Common Voice Scripted Speech 24.0 - Cornish
License:
CC0-1.0
Steward:
Common VoiceTask: ASR
Release Date: 12/5/2025
Format: MP3
Size: 260.69 MB
Share
Description
A collection of scripted spoken phrases in Cornish.
Specifics
Considerations
Forbidden Usage
It is forbidden to attempt to determine the identity of speakers in the common Voice datasets. It is forbidden to re-host or re-share this dataset
Processes
Intended Use
This dataset is intended to be used for training and evaluating automatic speech recognition (ASR) models.
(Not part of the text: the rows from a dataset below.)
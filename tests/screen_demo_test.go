package tests

import (
	"bytes"
	"math"
	"slices"
	"strings"
	"testing"

	"priceiv/demand"
	"priceiv/demo"
	"priceiv/elasticity"
	"priceiv/supplyshifters"
)

// screenDemoCandidates are the demo market's candidate shifters: the
// suggested model's shifters, the bottle and label indices, and the
// temperature moved from the controls into the candidates.
var screenDemoCandidates = []string{demo.ColBean, demo.ColFreight, demo.ColBottle, demo.ColLabel, demo.ColTemperature}

// screenDemo builds the demo market's suggested model (Truth.SuggestedModel)
// with temperature moved from the controls into the candidates, and
// screens the candidates up to three at a time.
func screenDemo(tb testing.TB) (*demo.Market, *demand.Design, *supplyshifters.ScreenResult) {
	tb.Helper()
	m, err := demo.Generate(demo.DefaultConfig())
	if err != nil {
		tb.Fatal(err)
	}
	sm := m.Truth.SuggestedModel
	spec := &demand.Spec{Quantity: sm.Quantity, Price: sm.Price, Form: sm.Form, Cluster: sm.Cluster, Shifters: screenDemoCandidates}
	for _, c := range sm.Controls {
		if !slices.Contains(screenDemoCandidates, c) {
			spec.Controls = append(spec.Controls, c)
		}
	}
	for _, fe := range sm.FixedEffects {
		spec.FE = append(spec.FE, strings.Join(fe, "*"))
	}
	d, err := demand.Build(m.Panel, spec, 0)
	if err != nil {
		tb.Fatal(err)
	}
	res, err := supplyshifters.Screen(d, screenDemoCandidates, supplyshifters.ScreenOptions{})
	if err != nil {
		tb.Fatal(err)
	}
	return m, d, res
}

func screenRow(t *testing.T, res *supplyshifters.ScreenResult, shifters ...string) *supplyshifters.ScreenRow {
	t.Helper()
	for i := range res.Rows {
		if slices.Equal(res.Rows[i].Shifters, shifters) {
			return &res.Rows[i]
		}
	}
	t.Fatalf("no screened combination %v", shifters)
	return nil
}

// TestScreenDemoMarket screens the demo market's five candidate shifters
// (basis: generated truth, demo market, Truth.Shifters) and checks that
// the screen tells them apart as the truth says it should:
//
//   - the invalid shifter (temperature, Valid = false: it moves demand
//     directly) is caught by the J/C tests whenever it is paired with the
//     strong valid shifters: Hansen J p < 0.05, and in the three-shifter
//     combination its difference-in-J statistic rejects and is the largest;
//     every combination holding it is flagged;
//   - the weak shifter (label index, Strength = "weak") alone has an
//     effective F below its critical value and the verdict weak;
//   - the strong and moderate valid shifters (bean and freight indices)
//     pass alone and together: effective F above its critical value, every
//     sign as expected, and together Hansen J not rejected, verdict solid,
//     with a band that covers the pooled target of the truth.
func TestScreenDemoMarket(t *testing.T) {
	m, d, res := screenDemo(t)
	if res.Combinations != 25 || len(res.Rows) != 25 {
		t.Fatalf("%d combinations, want 5 + 10 + 10 = 25", res.Combinations)
	}
	if res.N != d.N {
		t.Errorf("screen on %d rows, design has %d", res.N, d.N)
	}
	truth := map[string]demo.ShifterTruth{}
	for _, s := range m.Truth.Shifters {
		truth[s.Column] = s
	}
	var valid, strong []string
	for _, c := range screenDemoCandidates {
		s, ok := truth[c]
		if !ok {
			t.Fatalf("no truth for candidate %s", c)
		}
		if s.Valid && (s.Strength == "strong" || s.Strength == "moderate") {
			strong = append(strong, c)
		}
		if s.Valid {
			valid = append(valid, c)
		}
	}
	if !slices.Equal(strong, []string{demo.ColBean, demo.ColFreight}) || slices.Contains(valid, demo.ColTemperature) || truth[demo.ColLabel].Strength != "weak" {
		t.Fatalf("the demo truth changed: strong valid %v, valid %v, label %q", strong, valid, truth[demo.ColLabel].Strength)
	}

	// Generated truth: temperature is invalid.
	for _, set := range [][]string{{demo.ColBean, demo.ColTemperature}, {demo.ColFreight, demo.ColTemperature}, {demo.ColBean, demo.ColFreight, demo.ColTemperature}} {
		r := screenRow(t, res, set...)
		t.Logf("%v: Hansen J %.3f (p %.2g), verdict %s", set, float64(r.J), float64(r.JP), r.Verdict)
		if !(float64(r.JP) < 0.05) || r.Verdict != supplyshifters.VerdictSuspect {
			t.Errorf("%v: J p = %g, verdict %s; the invalid temperature should be caught", set, float64(r.JP), r.Verdict)
		}
	}
	r3 := screenRow(t, res, demo.ColBean, demo.ColFreight, demo.ColTemperature)
	var cTemp, cMax float64
	for _, c := range r3.C {
		cMax = math.Max(cMax, float64(c.C))
		if c.Shifter == demo.ColTemperature {
			cTemp = float64(c.C)
			if !c.Decisive || !(float64(c.P) < 0.05) {
				t.Errorf("C test of temperature: %g (p %g, decisive %v), should reject", float64(c.C), float64(c.P), c.Decisive)
			}
		}
	}
	if cTemp != cMax || len(r3.Suspects) == 0 || r3.Suspects[0] != demo.ColTemperature {
		t.Errorf("difference-in-J should point first at temperature: C tests %+v, suspects %v", r3.C, r3.Suspects)
	}
	for _, r := range res.Rows {
		if slices.Contains(r.Shifters, demo.ColTemperature) && r.Verdict != supplyshifters.VerdictSuspect {
			t.Errorf("%v holds temperature but is %s", r.Shifters, r.Verdict)
		}
	}

	// Generated truth: the label index is weak.
	rl := screenRow(t, res, demo.ColLabel)
	t.Logf("label_index: effective F %.3f, critical %.3f", float64(rl.EffectiveF), float64(rl.Critical))
	if rl.Strong || !(float64(rl.EffectiveF) < float64(rl.Critical)) || rl.Verdict != supplyshifters.VerdictWeak {
		t.Errorf("label_index: effective F %g vs critical %g, verdict %s; should be weak", float64(rl.EffectiveF), float64(rl.Critical), rl.Verdict)
	}

	// Generated truth: the bean and freight indices are valid and strong.
	for _, set := range [][]string{{demo.ColBean}, {demo.ColFreight}, {demo.ColBean, demo.ColFreight}} {
		r := screenRow(t, res, set...)
		t.Logf("%v: effective F %.1f (critical %.2f), J p %.3f, elasticity %.3f [%.3f, %.3f], verdict %s", set,
			float64(r.EffectiveF), float64(r.Critical), float64(r.JP), float64(r.Elasticity), float64(r.WaldLow), float64(r.WaldHigh), r.Verdict)
		if !r.Strong || r.Sign != supplyshifters.SignAsExpected {
			t.Errorf("%v: strong %v, sign %q", set, r.Strong, r.Sign)
		}
		if r.Verdict != supplyshifters.VerdictSolid && r.Verdict != supplyshifters.VerdictUsable {
			t.Errorf("%v: verdict %s (%v)", set, r.Verdict, r.Reasons)
		}
	}
	rbf := screenRow(t, res, demo.ColBean, demo.ColFreight)
	if !(float64(rbf.JP) >= 0.05) || rbf.Verdict != supplyshifters.VerdictSolid || rbf.Rank != 1 {
		t.Errorf("{bean, freight}: J p %g, verdict %s, rank %d; want J not rejected, solid, first", float64(rbf.JP), rbf.Verdict, rbf.Rank)
	}
	t.Logf("pooled target of the truth: %.3f (defined: %v)", m.Truth.Pooled.OwnElasticity, m.Truth.Pooled.Defined)
	if !m.Truth.Pooled.Defined {
		t.Errorf("the demo truth has no pooled target")
	}
	if target := m.Truth.Pooled.OwnElasticity; m.Truth.Pooled.Defined && (target < float64(rbf.WaldLow) || target > float64(rbf.WaldHigh)) {
		t.Errorf("{bean, freight}: band [%g, %g] misses the pooled target %g", float64(rbf.WaldLow), float64(rbf.WaldHigh), target)
	}

	// Every format writes.
	for _, f := range []string{"text", "json", "csv", "markdown"} {
		var b bytes.Buffer
		if err := elasticity.WriteScreen(&b, res, f); err != nil {
			t.Errorf("%s: %v", f, err)
		}
		if !strings.Contains(b.String(), "bean_index") {
			t.Errorf("%s output lacks the candidates", f)
		}
	}
}

// BenchmarkScreenDemo screens the demo market's five candidates up to
// three at a time (25 combinations) from the moment blocks of one design;
// the target is well under a second on two cores.
func BenchmarkScreenDemo(b *testing.B) {
	m, err := demo.Generate(demo.DefaultConfig())
	if err != nil {
		b.Fatal(err)
	}
	sm := m.Truth.SuggestedModel
	spec := &demand.Spec{Quantity: sm.Quantity, Price: sm.Price, Form: sm.Form, Cluster: sm.Cluster,
		Shifters: screenDemoCandidates, Controls: []string{demo.ColPromo}, FE: []string{"product*store"}}
	d, err := demand.Build(m.Panel, spec, 0)
	if err != nil {
		b.Fatal(err)
	}
	for _, vcov := range []string{"cluster", "hc1"} {
		d.Spec.Vcov = vcov
		b.Run("vcov="+vcov, func(b *testing.B) {
			for b.Loop() {
				if _, err := supplyshifters.Screen(d, nil, supplyshifters.ScreenOptions{}); err != nil {
					b.Fatal(err)
				}
			}
		})
	}
}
It may also be used for applications relating to computer-aided language learning (CALL) and language or heritage revitalisation.
Metadata
Kernowek — Cornish (kw)
This datasheet is for version 24.0 of the the Mozilla Common Voice Scripted Speech dataset
for Cornish (kw). The dataset contains 11268 clips representing 12.95 hours of recorded
speech (12.42 hours validated) from 10 speakers.
Language
Cornish, or Kernewek, is a Brythonic language, alongside Breton and Welsh, and part of the Celtic Indo-European language family. It is an indigenous language of the United Kingdom, with most speakers located in Cornwall. In the 2021 UK Census 567 people self-identified Cornish as their main language. UNESCO has classified its status as "severely endangered".
Demographic information
The dataset includes the following distribution of age and gender.
Gender
Self-declared gender information, percentage refers to the number of clips annotated with this gender.
| Gender | Percentage |
|---|---|
| Undefined | 66.0% |
| Female Feminine | 34.0% |
Age
Self-declared age information, percentage refers to the number of clips annotated with this age band.
| Age Band | Percentage |
|---|---|
| Undefined | 12.0% |
| Fourties | 34.0% |
| Fifties | 47.0% |
| Sixties | 2.0% |
| Seventies | 5.0% |
Text corpus
The dataset contains 10.8 validated hours of speech from 10 unique contributors.
| Type | Count | Hours |
|---|---|---|
| Validated Clips | 9,357 | 10.8 |
| Invalidated Clips | 0 | 0.00 |
| Total Clips | 9,357 | 10.8 |
Average sentence length (tokens): 6.4
Average sentence length (characters): 31
Writing system
Cornish has several writing systems in place. The majority of this dataset uses the Standard Written Form, established in 2008.
Symbol table
The dataset uses the following characters:
' - ! , . ? a b c d e f g h i j k l m n o p r s t u v w x y z
Sample
There follows a randomly selected sample of five sentences from the corpus.
A yllyn ni redya hemma?
Marthys ens i.
Esos. Yth esos ta ena y'n kornel.
A wrussyn ni diwrosa yn uskis?
Dha leveryans yw nebes da.
Automatic random samples
Yma agan lyvrow genen.
Yma agan lyvrow genowgh.
Gwrussys. Ty a wrug kana fest yn teg.
Yth esons i ryb an wariva.
Gwell via genev a pe yeynna.
Sources
The text for this dataset comes from the following sources:
IndyLan Cornish course. Author: Cornish Language Office. Standard Written Form.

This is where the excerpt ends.